2 Defendants attached to their motion a declaration from an attorney-adviser employed by the U.S. Department of State attesting to the authenticity of an attached e-mail that was sent to Aprodu informing him of the consular officer’s decision to refuse his visa application. (Def. Ex. 1). Plaintiff has not disputed the authenticity of that document. (See Pl. Opp’n at 2). 3 The Court also takes judicial notice of the status of the visa application on the U.S. Department of State website, according to the Immigrant Visa Case Number provided in the complaint. (Compl. ¶ 16); Visa Status Check, U.S. DEP’T OF STATE, https://ceac.state.gov/ceacstattracker/status.aspx (last accessed April 15, 2024). Defendants have moved to dismiss the complaint pursuant to Fed. R. Civ. P. 12(b)(6) for failure to state a claim upon which relief can be granted. II. Standard of Review On a motion to dismiss made pursuant to Rule 12(b)(6), the court “must assume the truth of all well-plead[ed] facts and give the plaintiff the benefit of all reasonable inferences

therefrom.” Ruiz v. Bally Total Fitness Holding Corp., 496 F.3d 1, 5 (1st Cir. 2007) (citing Rogan v. Menino, 175 F.3d 75, 77 (1st Cir. 1999)). To survive a motion to dismiss, the complaint must state a claim that is plausible on its face. Bell Atl. Corp. v. Twombly, 550 U.S. 544, 570 (2007). In other words, the “[f]actual allegations must be enough to raise a right to relief above the speculative level, . . . on the assumption that all the allegations in the complaint are true (even if doubtful in fact).” Id. at 555 (citations omitted). “The plausibility standard is not akin to a ‘probability requirement,’ but it asks for more than a sheer possibility that a defendant has acted unlawfully.” Ashcroft v. Iqbal, 556 U.S. 662, 678 (2009) (quoting Twombly, 550 U.S. at 556). Dismissal is appropriate if the complaint fails to set forth “factual allegations, either direct or inferential, respecting each material element necessary to sustain recovery under

some actionable legal theory.” Gagliardi v. Sullivan, 513 F.3d 301, 305 (1st Cir. 2008) (quoting Centro Medico del Turabo Inc. v. Feliciano de Melecio, 406 F.3d 1, 6 (1st Cir. 2005)). III. Analysis A. The APA Claim (Count 1) Count 1 asserts a claim that defendants have “unlawfully withheld or unreasonably delayed” adjudication of Aprodu’s visa application under the APA. Defendants respond that the consular nonreviewability doctrine precludes judicial review; that the claim is moot because the application has already been adjudicated; and that any delay was not unreasonable. 1. Jurisdiction As an initial matter, the APA “does not provide an independent source of subject-matter jurisdiction.” Conserv. Law Found. v.
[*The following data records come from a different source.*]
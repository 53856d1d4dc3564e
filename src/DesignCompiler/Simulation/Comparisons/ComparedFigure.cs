namespace DesignCompiler.Simulation.Comparisons;

/// <summary>The figures a comparison reports for both designs and their paired difference, in report order.</summary>
public enum ComparedFigure
{
    Regret,
    NonBestPlots,
    PlotsSown,
    RoundsRun,
    CorrectSelection,
    WithinMargin,
    DeclaredWinner,
}
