using System.Globalization;
using DesignCompiler.Binding;
using DesignCompiler.Diagnostics;
using DesignCompiler.Numerics;
using DesignCompiler.Planning;
using DesignCompiler.Planning.Families;
using DesignCompiler.Syntax;

namespace DesignCompiler.Ledger;

/// <summary>
/// Computes a <see cref="TrialStatus"/> with the planner's own pieces: posteriors from
/// <see cref="OutcomeModels"/>, intervals from <see cref="CredibleInterval"/>, P(best) and
/// expected loss from <see cref="BestArmSummary"/>, each rule's test from its
/// <see cref="Criterion"/>; whether the trial stops is asked of <see cref="RoundPlanner.Plan"/>
/// itself, so status and compile can never disagree.
/// </summary>
public static class TrialStatusBuilder
{
    public static LedgerResult<TrialStatus> Build(RoundPlanner planner, LedgerHistory history)
    {
        var design = planner.Design;
        var now = TrialReplay.Now(design, history);
        if (now.Value is not { } state) return LedgerResult<TrialStatus>.Fail(now.Diagnostics);

        var (posteriors, summary) = ArmAssessment.Of(design, planner.Model, state);
        var last = history.LastRound?.ReadPlan();
        var arms = design.Arms.Select(arm =>
        {
            var i = arm.Index;
            var interval = CredibleInterval.EqualTailed(posteriors[i], 0.95);
            var recorded = history.Rounds.SelectMany(r => r.Recording?.Outcomes ?? []).Where(o => o.Arm == arm.Code).ToList();
            return new ArmStanding(arm.Code, arm.Label, i == design.Control, state.Dropped[i],
                last?.Arms.FirstOrDefault(a => a.Code == arm.Code)?.Status,
                state.PlotsIssued[i], recorded.Count(o => o.Value is not null), recorded.Count(o => o.Value is null),
                posteriors[i].Mean, interval.Lower, interval.Upper, summary.ProbabilityBest[i], summary.ExpectedLoss[i]);
        }).ToList();

        var points = ProbabilityBestHistory.Of(design, planner.Model, history, history.RecordedRounds);
        if (points.Value is null) return LedgerResult<TrialStatus>.Fail(points.Diagnostics);

        var stocks = design.Stocks.Select(s => new StockStanding(design.Arms[s.Arm].Code, s.Plots, state.PlotsIssued[s.Arm],
            Math.Max(0, s.Plots - state.PlotsIssued[s.Arm]))).ToList();
        var plotsIssued = history.Rounds.Sum(r => r.Plots.Count);
        var outcomes = history.Rounds.SelectMany(r => r.Recording?.Outcomes ?? []).ToList();

        return LedgerResult<TrialStatus>.Ok(new TrialStatus(
            design.Name, design.Hash, design.Rounds, history.Rounds.Count, history.RecordedRounds, plotsIssued,
            outcomes.Count(o => o.Value is not null), outcomes.Count(o => o.Value is null),
            design.Outcome.Name, design.Outcome.Unit, design.Outcome.FamilyText,
            design.Valuation.HasPrice ? design.Valuation.Currency ?? "money" : design.Outcome.Unit,
            design.Valuation.Goal == Goal.Minimize,
            arms, Rules(design, state, summary), stocks, points.Value, history.Amendments, Next(planner, history, state), history.HeadHash, design.Seed));
    }

    private static List<RuleStanding> Rules(CheckedDesign design, TrialState state, BestArmSummary summary)
    {
        var rules = new List<RuleStanding>();
        var completed = state.RoundsCompleted;
        var inTrial = Enumerable.Range(0, design.Arms.Count).Where(i => !state.Dropped[i]).ToList();
        foreach (var rule in design.DropRules)
        {
            var inForce = completed >= Math.Max(1, rule.AfterRound);
            var meeting = inTrial.Where(i => i != design.Control && rule.Criterion.Holds(summary.Metric(rule.Criterion.Metric, i)))
                .Select(i => design.Arms[i].Code).ToList();
            var who = string.Join(", ", meeting.Select(c =>
                Invariant($"{c} ({MetricName(rule.Criterion)} {rule.Criterion.Show(summary.Metric(rule.Criterion.Metric, design.FindArm(c)!.Index))})")));
            var finding = !inForce
                ? Invariant($"in force once {Math.Max(1, rule.AfterRound)} round(s) are recorded") + (meeting.Count == 0 ? "" : "; " + who + " would meet it now")
                : meeting.Count == 0 ? "no arm in the trial meets it" + AlreadyDropped(design, state)
                : who + (meeting.Count == 1 ? " meets it and is dropped from the next round" : " meet it and are dropped from the next round");
            rules.Add(new RuleStanding(RuleKind.Drop, "drop when " + rule.Criterion.Describe() + AfterText(rule.AfterRound), rule.AfterRound,
                inForce, inForce && meeting.Count > 0, meeting, finding));
        }
        foreach (var rule in design.StopRules)
        {
            var inForce = completed >= Math.Max(1, rule.AfterRound);
            var leader = summary.Leader;
            var value = summary.Metric(rule.Criterion.Metric, leader);
            var holds = rule.Criterion.Holds(value);
            var finding = Invariant($"{design.Arms[leader].Code} leads with {MetricName(rule.Criterion)} {rule.Criterion.Show(value)}: ")
                + (!inForce ? Invariant($"in force once {Math.Max(1, rule.AfterRound)} round(s) are recorded")
                    : holds ? "it holds" : "not met");
            rules.Add(new RuleStanding(RuleKind.Stop, "stop when " + rule.Criterion.Describe() + AfterText(rule.AfterRound), rule.AfterRound,
                inForce, inForce && holds, [design.Arms[leader].Code], finding));
        }
        return rules;
    }

    private static NextStep Next(RoundPlanner planner, LedgerHistory history, TrialState state)
    {
        var design = planner.Design;
        if (history.LastRound is { IsRecorded: false } open)
            return new NextStep(NextStepKind.AwaitResults, open.Round,
                Invariant($"round {open.Round} awaits results for {open.Plots.Count} plots; record them with 'trialc record'"));
        var next = (history.LastRound?.Round ?? 0) + 1;
        if (next > design.Rounds)
            return new NextStep(NextStepKind.Complete, design.Rounds, Invariant($"all {design.Rounds} rounds are issued and recorded; the trial is complete"));

        var before = TrialReplay.Before(design, history, next);
        var result = planner.Plan(before.Value ?? state, next);
        if (result.StopReason is { } reason) return new NextStep(NextStepKind.Stopped, next, reason);
        if (result.Plan is null)
            return new NextStep(NextStepKind.Blocked, next, Invariant($"round {next} cannot be planned: ")
                + string.Join("; ", result.Diagnostics.Where(d => d.Severity == Severity.Error).Select(d => d.Message)));
        return new NextStep(NextStepKind.CompileNext, next, Invariant($"round {next} of {design.Rounds} can be compiled"));
    }

    private static string AlreadyDropped(CheckedDesign design, TrialState state)
    {
        var dropped = design.Arms.Where(a => state.Dropped[a.Index]).Select(a => a.Code).ToList();
        return dropped.Count == 0 ? "" : " (dropped before: " + string.Join(", ", dropped) + ")";
    }

    private static string MetricName(Criterion criterion) => criterion.Metric == CriterionMetric.Best ? "P(best)" : "expected loss";

    private static string AfterText(int afterRound) => afterRound > 0 ? Invariant($" after round {afterRound}") : "";

    private static string Invariant(FormattableString text) => text.ToString(CultureInfo.InvariantCulture);
}
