using System.Globalization;
using DesignCompiler.Diagnostics;
using Microsoft.Data.Sqlite;

namespace DesignCompiler.Ledger;

/// <summary>Turns what SQLite and the file system throw into one clear diagnostic about the ledger file; no stack trace ever reaches a user.</summary>
internal static class LedgerFailure
{
    private const int Busy = 5;
    private const int Locked = 6;
    private const int ReadOnly = 8;
    private const int IoError = 10;
    private const int Corrupt = 11;
    private const int Full = 13;
    private const int CantOpen = 14;
    private const int NotADatabase = 26;

    public static Diagnostic From(string path, Exception exception, LedgerOptions options) => exception switch
    {
        SqliteException { SqliteErrorCode: Busy or Locked } => At(path, LedgerDiagnostics.LedgerLocked,
            options.LockWait.TotalSeconds.ToString("0.#", CultureInfo.InvariantCulture)),
        SqliteException { SqliteErrorCode: Corrupt or NotADatabase } e => At(path, LedgerDiagnostics.NotALedger,
            $"the file is damaged or cut short (SQLite says: {Reason(e)}); restore the ledger from a copy"),
        SqliteException { SqliteErrorCode: ReadOnly } => At(path, LedgerDiagnostics.LedgerWriteFailed, "the file or its folder is read-only"),
        SqliteException { SqliteErrorCode: Full } => At(path, LedgerDiagnostics.LedgerWriteFailed, "the disk is full"),
        SqliteException { SqliteErrorCode: CantOpen } => At(path, LedgerDiagnostics.LedgerUnreadable, "the file cannot be opened (check the folder and its permissions)"),
        SqliteException { SqliteErrorCode: IoError } e => At(path, LedgerDiagnostics.LedgerUnreadable, "a disk error: " + Reason(e)),
        SqliteException e => At(path, LedgerDiagnostics.LedgerUnreadable, Reason(e)),
        UnauthorizedAccessException => At(path, LedgerDiagnostics.LedgerUnreadable, "permission denied"),
        // Values of the wrong type in a column: the tables were edited, or the file is another program's.
        InvalidCastException or InvalidOperationException or FormatException or OverflowException or KeyNotFoundException
            or System.Text.Json.JsonException => At(path, LedgerDiagnostics.LedgerChanged,
                "its tables hold values trialc never writes (" + exception.Message + ")"),
        _ => At(path, LedgerDiagnostics.LedgerUnreadable, exception.Message),
    };

    /// <summary>The exceptions a ledger operation can meet on a bad file; anything else is a bug and is left to surface as one.</summary>
    public static bool IsExpected(Exception e) =>
        e is SqliteException or IOException or UnauthorizedAccessException or InvalidCastException or InvalidOperationException
            or FormatException or OverflowException or KeyNotFoundException or System.Text.Json.JsonException;

    private static string Reason(SqliteException e)
    {
        // "SQLite Error 11: 'database disk image is malformed'." → "database disk image is malformed"
        var message = e.Message;
        var open = message.IndexOf('\'');
        var close = message.LastIndexOf('\'');
        return open >= 0 && close > open ? message[(open + 1)..close] : message;
    }

    private static Diagnostic At(string path, DiagnosticDescriptor descriptor, params object[] arguments) =>
        new(descriptor, SourceLocation.File(path), arguments);
}
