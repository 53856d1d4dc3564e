using System.Globalization;
using System.Security.Cryptography;
using System.Text;

namespace DesignCompiler.Ledger;

/// <summary>
/// The canonical text of one ledger entry: the entry's own fields and every row that belongs to
/// it (an issued round's plan and plots; a recording's outcomes; an amendment), one field per
/// line, strings quoted and escaped, numbers in the invariant round-trip form, rows in key order.
/// The entry's hash is SHA-256 of the previous entry's hash, a line feed and this text, so a
/// changed, deleted, inserted or reordered row changes some entry's hash. The format is fixed by
/// <see cref="LedgerSchema.Version"/>: changing it would break every existing chain.
/// </summary>
internal static class EntryText
{
    public static string Canonical(EntryRow entry, LedgerRows rows)
    {
        var text = new StringBuilder();
        text.Append("trialc ledger entry v1\n");
        Field(text, "seq", Number(entry.Seq));
        Field(text, "kind", Quote(entry.Kind));
        Field(text, "round", Number(entry.Round));
        Field(text, "design", Quote(entry.DesignHash));
        Field(text, "user", Quote(entry.User));
        Field(text, "at", Quote(entry.At));
        Field(text, "tool", Quote(entry.ToolVersion));

        foreach (var round in rows.Rounds.Where(r => r.EntrySeq == entry.Seq))
        {
            Field(text, "issued", Number(round.Round), Quote(round.PlanJson), Quote(round.PlanData));
            foreach (var p in rows.Plots.Where(p => p.Round == round.Round))
                Field(text, "plot", Number(p.Ordinal), Quote(p.Block), Number(p.BlockIndex), Number(p.PlotIndex), Quote(p.PlotId),
                    Optional(p.Row), Optional(p.Column), Quote(p.Arm), Number(p.ArmIndex));
        }
        foreach (var record in rows.Records.Where(r => r.EntrySeq == entry.Seq))
            Field(text, "recorded", Number(record.Round), Quote(record.FileName), Quote(record.FileSha256));
        foreach (var o in rows.Outcomes.Where(o => o.EntrySeq == entry.Seq))
            Field(text, "outcome", Number(o.Round), Number(o.Ordinal), Quote(o.PlotId), Quote(o.Arm), Real(o.Value), Quote(o.ValueText),
                Quote(o.MissingReason), Quote(o.Notes), Number(o.Line));
        foreach (var amendment in rows.Amendments.Where(a => a.EntrySeq == entry.Seq))
            Field(text, "amended", Quote(amendment.OldHash), Quote(amendment.NewHash), Quote(amendment.Reason));
        return text.ToString();
    }

    public static string Hash(string previousHash, string canonical) =>
        Convert.ToHexStringLower(SHA256.HashData(Encoding.UTF8.GetBytes(previousHash + "\n" + canonical)));

    private static void Field(StringBuilder text, string name, params string[] values)
    {
        text.Append(name);
        foreach (var value in values) text.Append(' ').Append(value);
        text.Append('\n');
    }

    private static string Number(long value) => value.ToString(CultureInfo.InvariantCulture);

    private static string Optional(int? value) => value?.ToString(CultureInfo.InvariantCulture) ?? "null";

    private static string Real(double? value) => value?.ToString("R", CultureInfo.InvariantCulture) ?? "null";

    /// <summary>A quoted string with quote, backslash and control characters escaped, so no value can fake a field boundary.</summary>
    internal static string Quote(string? value)
    {
        if (value is null) return "null";
        var text = new StringBuilder(value.Length + 2).Append('"');
        foreach (var c in value)
        {
            if (c == '"' || c == '\\') text.Append('\\').Append(c);
            else if (c < 0x20 || c == 0x7F) text.Append("\\u").Append(((int)c).ToString("x4", CultureInfo.InvariantCulture));
            else text.Append(c);
        }
        return text.Append('"').ToString();
    }
}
Busey, 79 F.3d 1250, 1261 (1st Cir. 1996) (citations omitted); see Califano v. Sanders, 430 U.S. 99, 107 (1977); see also Your Home Visiting Nurse Servs. v. Shalala, 525 U.S. 449, 457-58 (1999) (clarifying that 5 U.S.C. § 706 “is not an

independent grant of subject-matter jurisdiction”). At the same time, the Mandamus and Venue Act (“MVA”), 28 U.S.C. § 1361, vests federal district courts with “original jurisdiction of any action in the nature of mandamus to compel an officer or employee of the United States or any agency thereof to perform a duty owed to the plaintiff.” 28 U.S.C. § 1361.